Before answering, work out how many lines below contain the string "toFilm"; the reply is that number alone.

*Record extracts*
------

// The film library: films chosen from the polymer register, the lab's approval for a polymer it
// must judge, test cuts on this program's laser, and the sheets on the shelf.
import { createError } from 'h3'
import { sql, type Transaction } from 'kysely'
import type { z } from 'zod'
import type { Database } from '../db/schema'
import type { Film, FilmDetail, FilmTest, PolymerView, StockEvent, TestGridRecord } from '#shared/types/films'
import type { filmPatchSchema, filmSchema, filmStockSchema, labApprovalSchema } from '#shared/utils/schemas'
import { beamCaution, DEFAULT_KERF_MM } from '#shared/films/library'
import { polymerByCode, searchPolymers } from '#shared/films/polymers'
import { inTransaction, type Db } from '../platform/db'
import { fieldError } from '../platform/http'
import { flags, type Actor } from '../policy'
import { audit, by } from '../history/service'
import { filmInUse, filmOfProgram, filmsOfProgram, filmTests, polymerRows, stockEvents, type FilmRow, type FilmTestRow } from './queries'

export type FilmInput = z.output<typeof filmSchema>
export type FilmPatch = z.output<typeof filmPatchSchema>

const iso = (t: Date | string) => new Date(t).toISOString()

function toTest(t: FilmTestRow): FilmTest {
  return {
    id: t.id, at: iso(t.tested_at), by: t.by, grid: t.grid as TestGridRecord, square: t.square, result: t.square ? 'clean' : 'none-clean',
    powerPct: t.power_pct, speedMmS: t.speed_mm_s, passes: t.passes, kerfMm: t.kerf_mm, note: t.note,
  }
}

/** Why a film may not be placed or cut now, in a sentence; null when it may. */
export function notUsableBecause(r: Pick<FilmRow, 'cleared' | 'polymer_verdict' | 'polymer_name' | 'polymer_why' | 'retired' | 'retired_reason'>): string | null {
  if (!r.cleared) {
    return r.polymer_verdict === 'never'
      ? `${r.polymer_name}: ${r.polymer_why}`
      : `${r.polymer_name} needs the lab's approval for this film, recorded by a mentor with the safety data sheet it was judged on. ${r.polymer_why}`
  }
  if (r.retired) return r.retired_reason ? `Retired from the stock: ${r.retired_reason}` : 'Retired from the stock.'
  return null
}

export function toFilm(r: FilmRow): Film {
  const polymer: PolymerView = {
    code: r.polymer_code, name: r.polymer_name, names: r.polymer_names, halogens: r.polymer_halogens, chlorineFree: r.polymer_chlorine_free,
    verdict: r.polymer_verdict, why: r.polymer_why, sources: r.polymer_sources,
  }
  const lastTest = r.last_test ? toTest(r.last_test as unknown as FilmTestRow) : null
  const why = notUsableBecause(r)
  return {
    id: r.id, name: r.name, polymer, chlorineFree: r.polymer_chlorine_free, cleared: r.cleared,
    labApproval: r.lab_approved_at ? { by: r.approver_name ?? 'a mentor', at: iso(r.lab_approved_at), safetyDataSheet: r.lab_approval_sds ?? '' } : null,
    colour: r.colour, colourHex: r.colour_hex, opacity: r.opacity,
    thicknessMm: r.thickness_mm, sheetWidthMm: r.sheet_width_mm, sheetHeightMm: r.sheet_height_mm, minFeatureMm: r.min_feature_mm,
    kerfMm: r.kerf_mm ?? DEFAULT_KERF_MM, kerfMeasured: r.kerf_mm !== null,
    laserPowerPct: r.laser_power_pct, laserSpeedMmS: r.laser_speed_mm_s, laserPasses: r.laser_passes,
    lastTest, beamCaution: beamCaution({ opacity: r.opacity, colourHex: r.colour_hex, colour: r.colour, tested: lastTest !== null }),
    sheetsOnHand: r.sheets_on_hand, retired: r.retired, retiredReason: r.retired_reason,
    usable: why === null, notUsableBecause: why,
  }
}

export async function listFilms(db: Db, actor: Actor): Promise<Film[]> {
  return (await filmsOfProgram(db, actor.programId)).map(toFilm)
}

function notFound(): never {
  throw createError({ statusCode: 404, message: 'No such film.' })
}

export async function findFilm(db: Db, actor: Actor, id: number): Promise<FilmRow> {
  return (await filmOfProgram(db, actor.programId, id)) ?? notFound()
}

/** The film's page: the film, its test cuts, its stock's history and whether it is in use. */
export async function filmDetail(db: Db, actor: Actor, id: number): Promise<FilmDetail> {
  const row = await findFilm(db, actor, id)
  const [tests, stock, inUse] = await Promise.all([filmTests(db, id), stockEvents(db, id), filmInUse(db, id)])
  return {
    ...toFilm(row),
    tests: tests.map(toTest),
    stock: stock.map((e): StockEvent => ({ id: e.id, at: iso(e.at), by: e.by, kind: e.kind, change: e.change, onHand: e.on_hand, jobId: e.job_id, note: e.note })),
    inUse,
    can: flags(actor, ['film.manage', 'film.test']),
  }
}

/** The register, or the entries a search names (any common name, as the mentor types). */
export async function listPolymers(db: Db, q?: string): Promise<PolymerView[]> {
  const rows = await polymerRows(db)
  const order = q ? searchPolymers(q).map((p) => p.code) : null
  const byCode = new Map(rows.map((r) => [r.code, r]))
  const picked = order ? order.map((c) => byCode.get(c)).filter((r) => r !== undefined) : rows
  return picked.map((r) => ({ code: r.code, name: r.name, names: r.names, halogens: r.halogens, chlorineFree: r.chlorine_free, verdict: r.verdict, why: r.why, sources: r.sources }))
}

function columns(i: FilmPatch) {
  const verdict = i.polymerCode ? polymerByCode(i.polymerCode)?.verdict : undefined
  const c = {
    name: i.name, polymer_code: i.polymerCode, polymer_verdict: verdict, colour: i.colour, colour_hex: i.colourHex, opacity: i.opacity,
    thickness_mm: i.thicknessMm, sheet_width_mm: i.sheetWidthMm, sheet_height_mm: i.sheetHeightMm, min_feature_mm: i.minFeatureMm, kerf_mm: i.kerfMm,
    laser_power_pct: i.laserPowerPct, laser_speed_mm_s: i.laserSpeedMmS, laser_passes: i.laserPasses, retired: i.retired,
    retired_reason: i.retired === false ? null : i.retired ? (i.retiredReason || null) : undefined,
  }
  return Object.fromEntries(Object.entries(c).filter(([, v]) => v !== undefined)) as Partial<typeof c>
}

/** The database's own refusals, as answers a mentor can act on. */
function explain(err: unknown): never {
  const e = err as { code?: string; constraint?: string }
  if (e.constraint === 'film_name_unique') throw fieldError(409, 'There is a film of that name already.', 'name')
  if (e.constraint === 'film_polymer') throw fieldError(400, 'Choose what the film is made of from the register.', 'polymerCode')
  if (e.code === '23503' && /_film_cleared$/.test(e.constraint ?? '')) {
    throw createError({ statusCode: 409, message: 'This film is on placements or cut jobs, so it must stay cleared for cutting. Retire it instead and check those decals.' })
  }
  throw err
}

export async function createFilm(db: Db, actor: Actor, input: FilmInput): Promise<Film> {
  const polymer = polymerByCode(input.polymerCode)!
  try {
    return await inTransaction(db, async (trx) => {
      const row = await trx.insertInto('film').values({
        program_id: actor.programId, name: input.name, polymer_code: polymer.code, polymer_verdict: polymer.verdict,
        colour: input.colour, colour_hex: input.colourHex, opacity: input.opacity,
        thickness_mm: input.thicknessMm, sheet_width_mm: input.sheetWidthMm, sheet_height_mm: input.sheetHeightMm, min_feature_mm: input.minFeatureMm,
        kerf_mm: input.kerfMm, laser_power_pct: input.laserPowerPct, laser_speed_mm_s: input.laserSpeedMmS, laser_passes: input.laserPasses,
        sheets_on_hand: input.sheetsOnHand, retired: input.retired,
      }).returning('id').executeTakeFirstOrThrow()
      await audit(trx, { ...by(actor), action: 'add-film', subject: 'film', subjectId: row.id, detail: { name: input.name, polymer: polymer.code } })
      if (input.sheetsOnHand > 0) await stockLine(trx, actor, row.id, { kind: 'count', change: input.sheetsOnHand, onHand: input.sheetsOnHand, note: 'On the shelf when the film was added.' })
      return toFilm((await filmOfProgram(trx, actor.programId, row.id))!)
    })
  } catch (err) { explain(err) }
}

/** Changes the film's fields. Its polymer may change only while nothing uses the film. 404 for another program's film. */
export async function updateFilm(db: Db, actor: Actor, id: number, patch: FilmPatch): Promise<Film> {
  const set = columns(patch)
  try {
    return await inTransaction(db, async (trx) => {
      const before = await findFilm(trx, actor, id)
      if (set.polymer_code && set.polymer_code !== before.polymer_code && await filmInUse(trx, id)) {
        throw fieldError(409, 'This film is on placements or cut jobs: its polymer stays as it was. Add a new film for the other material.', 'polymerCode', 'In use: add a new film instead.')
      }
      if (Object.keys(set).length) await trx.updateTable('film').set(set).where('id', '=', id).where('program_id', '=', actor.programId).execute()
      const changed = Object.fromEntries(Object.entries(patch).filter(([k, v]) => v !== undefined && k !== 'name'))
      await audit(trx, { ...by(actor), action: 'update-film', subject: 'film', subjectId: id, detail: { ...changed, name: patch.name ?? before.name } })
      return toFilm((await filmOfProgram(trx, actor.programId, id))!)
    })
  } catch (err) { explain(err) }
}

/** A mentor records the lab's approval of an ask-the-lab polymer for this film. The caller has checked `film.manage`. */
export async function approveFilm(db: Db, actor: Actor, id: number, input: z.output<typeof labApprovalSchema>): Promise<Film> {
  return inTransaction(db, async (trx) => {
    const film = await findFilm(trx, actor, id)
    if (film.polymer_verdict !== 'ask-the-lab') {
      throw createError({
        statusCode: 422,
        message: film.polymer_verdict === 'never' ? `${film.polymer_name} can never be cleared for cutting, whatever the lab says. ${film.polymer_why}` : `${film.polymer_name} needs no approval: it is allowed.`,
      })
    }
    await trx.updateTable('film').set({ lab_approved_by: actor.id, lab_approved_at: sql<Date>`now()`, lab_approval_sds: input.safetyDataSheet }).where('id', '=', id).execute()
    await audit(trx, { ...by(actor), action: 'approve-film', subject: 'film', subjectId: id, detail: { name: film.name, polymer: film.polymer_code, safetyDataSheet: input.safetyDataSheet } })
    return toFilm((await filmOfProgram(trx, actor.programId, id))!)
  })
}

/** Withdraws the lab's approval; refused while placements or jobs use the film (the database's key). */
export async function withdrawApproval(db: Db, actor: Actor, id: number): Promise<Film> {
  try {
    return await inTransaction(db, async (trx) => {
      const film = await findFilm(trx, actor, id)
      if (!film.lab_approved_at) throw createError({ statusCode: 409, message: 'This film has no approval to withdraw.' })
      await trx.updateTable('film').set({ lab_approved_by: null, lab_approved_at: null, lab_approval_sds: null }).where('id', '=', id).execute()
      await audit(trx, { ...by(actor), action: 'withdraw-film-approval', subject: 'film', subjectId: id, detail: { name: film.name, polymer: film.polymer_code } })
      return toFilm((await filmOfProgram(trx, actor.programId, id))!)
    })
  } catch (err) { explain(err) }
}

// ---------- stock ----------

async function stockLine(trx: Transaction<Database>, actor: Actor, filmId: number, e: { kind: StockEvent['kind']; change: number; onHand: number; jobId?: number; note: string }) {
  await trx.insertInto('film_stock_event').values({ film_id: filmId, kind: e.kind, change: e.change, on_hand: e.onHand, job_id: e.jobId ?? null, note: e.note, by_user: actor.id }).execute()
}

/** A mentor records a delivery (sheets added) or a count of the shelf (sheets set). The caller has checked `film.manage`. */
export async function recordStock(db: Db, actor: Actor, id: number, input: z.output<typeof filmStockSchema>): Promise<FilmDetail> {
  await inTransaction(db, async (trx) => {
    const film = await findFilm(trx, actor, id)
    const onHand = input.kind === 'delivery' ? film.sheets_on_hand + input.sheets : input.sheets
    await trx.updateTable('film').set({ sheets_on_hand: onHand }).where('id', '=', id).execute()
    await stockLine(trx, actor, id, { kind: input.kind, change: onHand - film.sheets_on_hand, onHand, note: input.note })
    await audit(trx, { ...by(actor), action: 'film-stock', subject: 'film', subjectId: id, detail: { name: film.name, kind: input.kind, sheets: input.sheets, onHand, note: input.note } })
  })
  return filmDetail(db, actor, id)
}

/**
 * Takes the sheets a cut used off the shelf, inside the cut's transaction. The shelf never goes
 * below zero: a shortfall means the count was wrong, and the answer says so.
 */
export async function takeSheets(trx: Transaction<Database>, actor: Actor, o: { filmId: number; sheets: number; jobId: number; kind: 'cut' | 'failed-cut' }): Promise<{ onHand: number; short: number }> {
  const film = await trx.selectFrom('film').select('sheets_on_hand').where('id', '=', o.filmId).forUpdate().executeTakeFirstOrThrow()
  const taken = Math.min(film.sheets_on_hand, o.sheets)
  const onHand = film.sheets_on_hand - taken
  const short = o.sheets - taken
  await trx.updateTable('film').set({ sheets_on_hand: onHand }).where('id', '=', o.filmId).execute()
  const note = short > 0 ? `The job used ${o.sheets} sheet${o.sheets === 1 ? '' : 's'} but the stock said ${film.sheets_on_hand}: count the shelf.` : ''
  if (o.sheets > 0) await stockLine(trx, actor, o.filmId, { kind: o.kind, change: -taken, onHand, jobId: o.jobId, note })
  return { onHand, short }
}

------

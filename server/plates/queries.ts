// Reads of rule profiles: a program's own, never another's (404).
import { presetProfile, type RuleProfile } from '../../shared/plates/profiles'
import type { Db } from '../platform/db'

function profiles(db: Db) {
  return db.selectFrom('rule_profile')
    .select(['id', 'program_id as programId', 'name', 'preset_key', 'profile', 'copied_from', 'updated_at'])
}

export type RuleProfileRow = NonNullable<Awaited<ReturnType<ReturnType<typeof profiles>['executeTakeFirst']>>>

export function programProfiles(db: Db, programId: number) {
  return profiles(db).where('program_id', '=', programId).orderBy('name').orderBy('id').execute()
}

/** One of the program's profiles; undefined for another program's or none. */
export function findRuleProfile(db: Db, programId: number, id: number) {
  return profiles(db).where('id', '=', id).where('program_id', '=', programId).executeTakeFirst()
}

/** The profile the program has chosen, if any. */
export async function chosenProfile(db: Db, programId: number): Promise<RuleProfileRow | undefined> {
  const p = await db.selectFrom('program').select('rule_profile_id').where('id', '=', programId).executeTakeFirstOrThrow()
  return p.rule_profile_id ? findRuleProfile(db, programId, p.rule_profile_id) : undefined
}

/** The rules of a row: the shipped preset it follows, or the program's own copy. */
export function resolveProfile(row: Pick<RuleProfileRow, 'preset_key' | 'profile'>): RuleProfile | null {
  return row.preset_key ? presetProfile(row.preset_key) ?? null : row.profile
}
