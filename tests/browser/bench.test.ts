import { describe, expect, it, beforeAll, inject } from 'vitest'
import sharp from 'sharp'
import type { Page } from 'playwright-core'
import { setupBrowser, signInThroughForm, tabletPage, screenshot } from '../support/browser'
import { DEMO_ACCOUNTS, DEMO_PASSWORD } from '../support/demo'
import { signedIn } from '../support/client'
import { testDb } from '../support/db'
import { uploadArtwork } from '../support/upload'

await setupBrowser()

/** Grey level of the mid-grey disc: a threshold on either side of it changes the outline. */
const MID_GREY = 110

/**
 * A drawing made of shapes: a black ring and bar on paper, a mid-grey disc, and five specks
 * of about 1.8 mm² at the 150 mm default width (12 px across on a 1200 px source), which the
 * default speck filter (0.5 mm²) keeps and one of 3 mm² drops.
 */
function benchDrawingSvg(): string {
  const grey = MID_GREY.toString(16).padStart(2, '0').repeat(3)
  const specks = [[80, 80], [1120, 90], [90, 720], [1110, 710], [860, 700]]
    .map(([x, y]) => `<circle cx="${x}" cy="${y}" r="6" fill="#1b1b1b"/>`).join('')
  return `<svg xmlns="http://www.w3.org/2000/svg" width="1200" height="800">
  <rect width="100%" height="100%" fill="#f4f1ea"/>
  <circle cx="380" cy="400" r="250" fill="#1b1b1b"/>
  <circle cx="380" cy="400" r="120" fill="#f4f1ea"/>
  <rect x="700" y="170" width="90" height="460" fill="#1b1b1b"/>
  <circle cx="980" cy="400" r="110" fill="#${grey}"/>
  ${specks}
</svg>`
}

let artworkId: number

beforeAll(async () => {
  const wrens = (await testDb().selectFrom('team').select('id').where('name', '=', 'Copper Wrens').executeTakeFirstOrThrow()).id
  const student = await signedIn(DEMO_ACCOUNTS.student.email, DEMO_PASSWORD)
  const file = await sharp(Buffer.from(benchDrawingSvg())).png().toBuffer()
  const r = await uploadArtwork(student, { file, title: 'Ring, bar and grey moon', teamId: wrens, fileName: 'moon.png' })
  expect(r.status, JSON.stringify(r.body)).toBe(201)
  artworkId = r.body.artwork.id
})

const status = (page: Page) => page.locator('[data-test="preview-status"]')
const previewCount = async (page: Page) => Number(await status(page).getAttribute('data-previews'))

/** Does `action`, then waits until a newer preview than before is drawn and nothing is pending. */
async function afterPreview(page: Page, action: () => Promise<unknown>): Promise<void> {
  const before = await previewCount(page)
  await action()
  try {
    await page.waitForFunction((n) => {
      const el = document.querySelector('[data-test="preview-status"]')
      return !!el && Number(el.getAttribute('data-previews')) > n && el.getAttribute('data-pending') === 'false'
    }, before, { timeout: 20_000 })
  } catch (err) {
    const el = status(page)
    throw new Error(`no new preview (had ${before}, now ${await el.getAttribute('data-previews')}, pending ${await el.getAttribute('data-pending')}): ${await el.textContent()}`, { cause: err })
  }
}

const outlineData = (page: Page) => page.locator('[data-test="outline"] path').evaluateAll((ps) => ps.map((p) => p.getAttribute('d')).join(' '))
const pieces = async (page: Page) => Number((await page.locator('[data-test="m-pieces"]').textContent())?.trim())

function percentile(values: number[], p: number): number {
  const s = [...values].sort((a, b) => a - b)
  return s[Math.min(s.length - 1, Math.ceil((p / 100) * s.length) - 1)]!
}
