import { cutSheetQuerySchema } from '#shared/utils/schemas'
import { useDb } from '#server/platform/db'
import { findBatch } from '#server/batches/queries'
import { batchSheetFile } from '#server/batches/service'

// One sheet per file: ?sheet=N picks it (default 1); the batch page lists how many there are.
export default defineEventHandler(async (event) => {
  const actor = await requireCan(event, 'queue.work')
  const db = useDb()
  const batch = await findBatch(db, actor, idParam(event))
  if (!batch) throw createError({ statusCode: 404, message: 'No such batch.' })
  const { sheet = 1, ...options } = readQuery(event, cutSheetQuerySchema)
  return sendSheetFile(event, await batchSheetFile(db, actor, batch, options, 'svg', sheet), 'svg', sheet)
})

------

*Your response*
7